WHAT TO WORK ON :: Reproduce the entries shown below only from the line with "fn = _objective(likelihood, structure, times)" down to the line with "# a ridge relative", keeping both end lines and copying each one exactly.

AVAILABLE DATA ::
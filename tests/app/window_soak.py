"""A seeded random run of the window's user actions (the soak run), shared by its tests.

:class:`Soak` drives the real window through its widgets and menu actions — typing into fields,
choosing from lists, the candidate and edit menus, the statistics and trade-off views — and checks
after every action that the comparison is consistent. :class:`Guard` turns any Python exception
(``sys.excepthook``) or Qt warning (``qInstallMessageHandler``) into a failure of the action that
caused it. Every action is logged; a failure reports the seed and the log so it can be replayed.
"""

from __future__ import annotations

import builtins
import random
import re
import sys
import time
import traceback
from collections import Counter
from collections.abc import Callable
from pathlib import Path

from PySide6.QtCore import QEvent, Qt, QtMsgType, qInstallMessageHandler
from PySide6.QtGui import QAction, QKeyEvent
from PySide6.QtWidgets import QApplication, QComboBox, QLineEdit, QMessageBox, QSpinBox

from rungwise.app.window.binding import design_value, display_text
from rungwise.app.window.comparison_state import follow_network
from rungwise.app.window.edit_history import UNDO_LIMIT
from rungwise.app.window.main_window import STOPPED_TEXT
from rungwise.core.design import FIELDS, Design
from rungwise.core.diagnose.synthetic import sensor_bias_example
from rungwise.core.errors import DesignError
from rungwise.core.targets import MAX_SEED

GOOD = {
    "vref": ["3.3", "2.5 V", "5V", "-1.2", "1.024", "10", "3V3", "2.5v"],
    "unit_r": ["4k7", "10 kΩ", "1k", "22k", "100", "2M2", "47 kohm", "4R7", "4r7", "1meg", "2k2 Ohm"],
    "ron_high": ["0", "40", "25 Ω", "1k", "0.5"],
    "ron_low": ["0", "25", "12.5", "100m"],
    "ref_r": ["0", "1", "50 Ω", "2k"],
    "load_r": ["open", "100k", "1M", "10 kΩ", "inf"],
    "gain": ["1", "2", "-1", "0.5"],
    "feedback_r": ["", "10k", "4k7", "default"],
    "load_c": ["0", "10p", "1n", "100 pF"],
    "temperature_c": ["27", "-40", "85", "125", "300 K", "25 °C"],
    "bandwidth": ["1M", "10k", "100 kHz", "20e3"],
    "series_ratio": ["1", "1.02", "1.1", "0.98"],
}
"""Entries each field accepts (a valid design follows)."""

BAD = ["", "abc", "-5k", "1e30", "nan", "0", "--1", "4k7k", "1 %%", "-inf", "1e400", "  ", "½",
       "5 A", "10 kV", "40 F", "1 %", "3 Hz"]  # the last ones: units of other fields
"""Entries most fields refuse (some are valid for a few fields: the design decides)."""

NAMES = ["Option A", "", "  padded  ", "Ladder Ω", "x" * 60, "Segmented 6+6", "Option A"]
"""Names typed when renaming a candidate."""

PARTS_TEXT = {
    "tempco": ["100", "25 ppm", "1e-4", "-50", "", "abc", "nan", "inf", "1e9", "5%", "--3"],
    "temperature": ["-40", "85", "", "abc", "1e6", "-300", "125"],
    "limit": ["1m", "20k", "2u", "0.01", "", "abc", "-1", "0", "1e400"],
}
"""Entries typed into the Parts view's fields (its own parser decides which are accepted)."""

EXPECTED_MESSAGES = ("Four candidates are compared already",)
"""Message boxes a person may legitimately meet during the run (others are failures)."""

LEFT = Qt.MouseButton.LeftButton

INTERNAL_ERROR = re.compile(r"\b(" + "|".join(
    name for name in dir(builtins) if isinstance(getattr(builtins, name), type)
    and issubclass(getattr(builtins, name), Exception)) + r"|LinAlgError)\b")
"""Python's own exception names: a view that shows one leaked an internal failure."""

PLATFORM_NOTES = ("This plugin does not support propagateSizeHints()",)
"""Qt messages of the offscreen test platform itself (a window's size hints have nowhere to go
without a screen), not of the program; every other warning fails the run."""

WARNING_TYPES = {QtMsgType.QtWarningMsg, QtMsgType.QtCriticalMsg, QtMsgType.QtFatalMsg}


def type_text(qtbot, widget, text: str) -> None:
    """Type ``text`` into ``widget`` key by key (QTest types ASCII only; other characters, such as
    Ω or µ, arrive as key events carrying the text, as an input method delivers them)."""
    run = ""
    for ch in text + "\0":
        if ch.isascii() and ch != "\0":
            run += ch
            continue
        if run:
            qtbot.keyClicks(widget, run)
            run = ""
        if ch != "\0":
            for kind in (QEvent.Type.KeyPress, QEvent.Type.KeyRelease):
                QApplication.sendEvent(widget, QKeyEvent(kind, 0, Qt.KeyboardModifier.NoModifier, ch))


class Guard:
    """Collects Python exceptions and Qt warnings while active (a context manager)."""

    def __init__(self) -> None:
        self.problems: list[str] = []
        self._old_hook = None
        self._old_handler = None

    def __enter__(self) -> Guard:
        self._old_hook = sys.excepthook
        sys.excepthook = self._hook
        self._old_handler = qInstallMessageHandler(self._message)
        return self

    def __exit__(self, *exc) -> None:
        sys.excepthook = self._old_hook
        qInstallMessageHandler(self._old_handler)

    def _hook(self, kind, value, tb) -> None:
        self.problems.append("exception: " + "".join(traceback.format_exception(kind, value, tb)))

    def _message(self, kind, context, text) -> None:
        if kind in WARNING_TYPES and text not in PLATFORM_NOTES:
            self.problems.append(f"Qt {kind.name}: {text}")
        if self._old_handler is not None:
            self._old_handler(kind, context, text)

---

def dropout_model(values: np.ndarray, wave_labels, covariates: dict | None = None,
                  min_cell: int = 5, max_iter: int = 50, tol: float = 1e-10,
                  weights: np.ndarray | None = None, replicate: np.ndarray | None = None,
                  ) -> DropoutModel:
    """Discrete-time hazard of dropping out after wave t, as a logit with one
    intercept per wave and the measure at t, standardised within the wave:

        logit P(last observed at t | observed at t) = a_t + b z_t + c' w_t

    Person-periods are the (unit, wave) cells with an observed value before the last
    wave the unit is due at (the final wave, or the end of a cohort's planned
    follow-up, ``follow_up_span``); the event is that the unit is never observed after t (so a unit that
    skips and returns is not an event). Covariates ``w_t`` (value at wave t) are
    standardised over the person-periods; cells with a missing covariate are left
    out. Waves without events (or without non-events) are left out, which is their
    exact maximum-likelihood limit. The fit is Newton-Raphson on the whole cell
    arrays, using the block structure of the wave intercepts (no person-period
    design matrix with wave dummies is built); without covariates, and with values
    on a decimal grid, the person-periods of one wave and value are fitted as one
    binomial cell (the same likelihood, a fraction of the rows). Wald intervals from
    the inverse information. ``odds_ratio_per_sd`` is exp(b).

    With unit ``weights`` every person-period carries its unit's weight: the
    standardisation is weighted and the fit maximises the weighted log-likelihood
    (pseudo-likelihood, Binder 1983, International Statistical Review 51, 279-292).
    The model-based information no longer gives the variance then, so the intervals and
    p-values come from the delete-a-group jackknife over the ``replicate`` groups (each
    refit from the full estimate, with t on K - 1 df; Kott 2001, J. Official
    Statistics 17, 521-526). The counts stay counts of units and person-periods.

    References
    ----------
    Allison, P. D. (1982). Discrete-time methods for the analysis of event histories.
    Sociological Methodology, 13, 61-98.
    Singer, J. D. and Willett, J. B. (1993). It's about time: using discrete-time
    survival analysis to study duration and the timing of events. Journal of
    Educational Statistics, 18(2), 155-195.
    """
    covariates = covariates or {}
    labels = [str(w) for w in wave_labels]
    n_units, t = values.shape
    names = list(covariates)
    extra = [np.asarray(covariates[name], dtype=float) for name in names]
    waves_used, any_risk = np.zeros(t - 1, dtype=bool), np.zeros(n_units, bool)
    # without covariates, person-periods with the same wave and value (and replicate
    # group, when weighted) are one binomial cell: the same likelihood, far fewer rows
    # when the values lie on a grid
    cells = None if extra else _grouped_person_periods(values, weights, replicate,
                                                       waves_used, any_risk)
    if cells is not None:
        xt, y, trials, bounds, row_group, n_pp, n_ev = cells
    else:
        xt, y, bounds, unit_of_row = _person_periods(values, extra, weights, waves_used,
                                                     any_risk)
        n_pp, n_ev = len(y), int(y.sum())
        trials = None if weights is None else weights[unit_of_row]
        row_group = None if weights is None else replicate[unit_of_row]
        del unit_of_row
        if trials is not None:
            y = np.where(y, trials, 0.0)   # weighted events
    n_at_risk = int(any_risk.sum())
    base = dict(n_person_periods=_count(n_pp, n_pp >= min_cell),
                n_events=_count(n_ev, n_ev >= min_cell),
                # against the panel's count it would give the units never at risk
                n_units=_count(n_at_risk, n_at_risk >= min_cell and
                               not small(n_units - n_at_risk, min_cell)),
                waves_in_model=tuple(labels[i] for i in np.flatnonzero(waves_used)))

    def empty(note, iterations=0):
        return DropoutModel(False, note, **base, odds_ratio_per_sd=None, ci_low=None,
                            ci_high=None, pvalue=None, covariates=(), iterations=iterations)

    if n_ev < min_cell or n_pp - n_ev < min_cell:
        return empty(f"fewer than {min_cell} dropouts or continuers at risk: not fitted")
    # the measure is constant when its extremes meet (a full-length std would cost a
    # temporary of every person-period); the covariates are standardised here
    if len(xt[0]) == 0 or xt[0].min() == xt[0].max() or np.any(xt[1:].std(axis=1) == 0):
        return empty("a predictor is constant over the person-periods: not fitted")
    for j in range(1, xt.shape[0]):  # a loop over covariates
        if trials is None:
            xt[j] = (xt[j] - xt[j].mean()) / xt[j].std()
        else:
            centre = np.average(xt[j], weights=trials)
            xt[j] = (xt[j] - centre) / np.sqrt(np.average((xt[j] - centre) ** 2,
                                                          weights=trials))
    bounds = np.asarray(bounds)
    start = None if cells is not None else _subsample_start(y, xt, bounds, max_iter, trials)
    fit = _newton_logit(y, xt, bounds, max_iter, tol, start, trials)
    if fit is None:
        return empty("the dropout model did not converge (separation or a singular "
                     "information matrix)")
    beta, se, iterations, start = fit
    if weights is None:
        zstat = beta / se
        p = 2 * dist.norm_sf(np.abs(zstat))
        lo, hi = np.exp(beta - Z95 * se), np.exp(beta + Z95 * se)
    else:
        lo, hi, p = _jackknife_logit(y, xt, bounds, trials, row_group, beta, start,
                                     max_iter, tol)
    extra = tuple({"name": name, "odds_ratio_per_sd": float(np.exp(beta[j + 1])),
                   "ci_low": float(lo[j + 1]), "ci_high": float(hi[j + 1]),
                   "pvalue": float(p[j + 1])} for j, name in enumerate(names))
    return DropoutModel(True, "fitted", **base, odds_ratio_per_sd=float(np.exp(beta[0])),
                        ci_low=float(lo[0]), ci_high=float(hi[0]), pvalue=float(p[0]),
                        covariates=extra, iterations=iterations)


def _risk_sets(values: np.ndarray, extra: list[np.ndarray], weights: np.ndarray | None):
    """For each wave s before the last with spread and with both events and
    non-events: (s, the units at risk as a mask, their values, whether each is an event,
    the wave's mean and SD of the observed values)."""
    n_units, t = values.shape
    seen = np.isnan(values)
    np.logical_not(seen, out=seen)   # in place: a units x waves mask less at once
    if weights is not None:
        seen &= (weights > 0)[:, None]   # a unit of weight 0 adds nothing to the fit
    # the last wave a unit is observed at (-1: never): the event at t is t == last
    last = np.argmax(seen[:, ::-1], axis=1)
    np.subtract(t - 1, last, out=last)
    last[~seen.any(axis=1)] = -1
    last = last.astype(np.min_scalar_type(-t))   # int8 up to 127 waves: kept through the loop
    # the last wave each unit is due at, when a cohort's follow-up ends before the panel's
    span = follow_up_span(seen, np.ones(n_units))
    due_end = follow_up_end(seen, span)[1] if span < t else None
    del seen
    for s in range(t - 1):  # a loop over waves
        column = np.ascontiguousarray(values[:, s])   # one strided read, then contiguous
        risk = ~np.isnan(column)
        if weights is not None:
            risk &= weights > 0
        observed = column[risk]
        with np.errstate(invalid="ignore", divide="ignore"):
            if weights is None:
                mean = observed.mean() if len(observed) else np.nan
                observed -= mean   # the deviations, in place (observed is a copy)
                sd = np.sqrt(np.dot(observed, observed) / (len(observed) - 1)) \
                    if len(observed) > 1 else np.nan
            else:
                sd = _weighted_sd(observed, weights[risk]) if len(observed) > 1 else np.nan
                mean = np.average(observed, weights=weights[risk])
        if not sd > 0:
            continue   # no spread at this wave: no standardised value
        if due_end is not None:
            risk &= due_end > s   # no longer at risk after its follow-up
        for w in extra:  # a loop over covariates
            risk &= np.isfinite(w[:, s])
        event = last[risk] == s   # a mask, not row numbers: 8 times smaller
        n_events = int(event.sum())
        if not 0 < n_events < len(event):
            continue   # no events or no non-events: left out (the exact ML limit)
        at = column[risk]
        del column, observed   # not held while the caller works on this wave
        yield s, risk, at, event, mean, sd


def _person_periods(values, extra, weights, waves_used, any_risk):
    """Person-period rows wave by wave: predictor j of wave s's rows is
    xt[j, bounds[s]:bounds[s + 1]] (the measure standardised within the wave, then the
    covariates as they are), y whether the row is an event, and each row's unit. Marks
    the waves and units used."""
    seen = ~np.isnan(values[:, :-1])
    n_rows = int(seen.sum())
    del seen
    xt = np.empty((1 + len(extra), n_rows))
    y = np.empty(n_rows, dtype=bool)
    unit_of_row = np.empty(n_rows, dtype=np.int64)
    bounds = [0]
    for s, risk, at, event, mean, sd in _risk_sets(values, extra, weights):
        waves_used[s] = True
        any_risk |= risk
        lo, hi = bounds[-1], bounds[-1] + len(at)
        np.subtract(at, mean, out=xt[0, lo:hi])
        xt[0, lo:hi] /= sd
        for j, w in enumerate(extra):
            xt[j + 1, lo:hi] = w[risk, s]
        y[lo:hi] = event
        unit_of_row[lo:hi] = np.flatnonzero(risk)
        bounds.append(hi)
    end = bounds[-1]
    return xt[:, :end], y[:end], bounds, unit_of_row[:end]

...

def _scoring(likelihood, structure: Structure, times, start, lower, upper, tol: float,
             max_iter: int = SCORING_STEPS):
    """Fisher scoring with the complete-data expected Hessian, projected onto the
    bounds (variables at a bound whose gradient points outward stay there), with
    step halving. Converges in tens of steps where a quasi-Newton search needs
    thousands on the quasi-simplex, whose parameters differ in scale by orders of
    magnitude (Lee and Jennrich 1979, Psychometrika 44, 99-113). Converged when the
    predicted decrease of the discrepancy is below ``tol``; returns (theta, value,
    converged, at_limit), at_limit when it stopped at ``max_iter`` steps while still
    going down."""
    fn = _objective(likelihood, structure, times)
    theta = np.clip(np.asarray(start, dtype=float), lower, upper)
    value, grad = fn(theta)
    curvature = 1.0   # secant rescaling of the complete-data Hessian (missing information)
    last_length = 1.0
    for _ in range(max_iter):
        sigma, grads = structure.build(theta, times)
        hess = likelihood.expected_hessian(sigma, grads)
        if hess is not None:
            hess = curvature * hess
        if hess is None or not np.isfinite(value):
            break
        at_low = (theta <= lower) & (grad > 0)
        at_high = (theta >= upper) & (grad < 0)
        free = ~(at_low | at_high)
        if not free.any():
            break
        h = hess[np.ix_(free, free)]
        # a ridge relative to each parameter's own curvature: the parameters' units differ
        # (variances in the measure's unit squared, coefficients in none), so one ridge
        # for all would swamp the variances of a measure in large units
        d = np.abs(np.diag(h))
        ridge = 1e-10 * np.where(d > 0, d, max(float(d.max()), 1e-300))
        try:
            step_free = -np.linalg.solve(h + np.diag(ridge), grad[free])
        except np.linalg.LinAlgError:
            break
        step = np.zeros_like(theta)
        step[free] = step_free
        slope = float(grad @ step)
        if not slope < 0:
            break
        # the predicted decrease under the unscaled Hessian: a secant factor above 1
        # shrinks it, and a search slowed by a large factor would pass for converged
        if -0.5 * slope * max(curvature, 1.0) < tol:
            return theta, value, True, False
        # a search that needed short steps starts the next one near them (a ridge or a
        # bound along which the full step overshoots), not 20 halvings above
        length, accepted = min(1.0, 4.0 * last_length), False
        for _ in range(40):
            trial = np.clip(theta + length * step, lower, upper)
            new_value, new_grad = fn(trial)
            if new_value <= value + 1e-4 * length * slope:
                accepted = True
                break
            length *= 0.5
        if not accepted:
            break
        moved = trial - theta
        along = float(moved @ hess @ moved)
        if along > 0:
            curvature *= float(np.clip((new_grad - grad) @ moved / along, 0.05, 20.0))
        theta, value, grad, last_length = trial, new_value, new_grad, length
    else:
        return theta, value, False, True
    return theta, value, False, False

WRITTEN RESPONSE ::
    fn = _objective(likelihood, structure, times)
    theta = np.clip(np.asarray(start, dtype=float), lower, upper)
    value, grad = fn(theta)
    curvature = 1.0   # secant rescaling of the complete-data Hessian (missing information)
    last_length = 1.0
    for _ in range(max_iter):
        sigma, grads = structure.build(theta, times)
        hess = likelihood.expected_hessian(sigma, grads)
        if hess is not None:
            hess = curvature * hess
        if hess is None or not np.isfinite(value):
            break
        at_low = (theta <= lower) & (grad > 0)
        at_high = (theta >= upper) & (grad < 0)
        free = ~(at_low | at_high)
        if not free.any():
            break
        h = hess[np.ix_(free, free)]
        # a ridge relative to each parameter's own curvature: the parameters' units differ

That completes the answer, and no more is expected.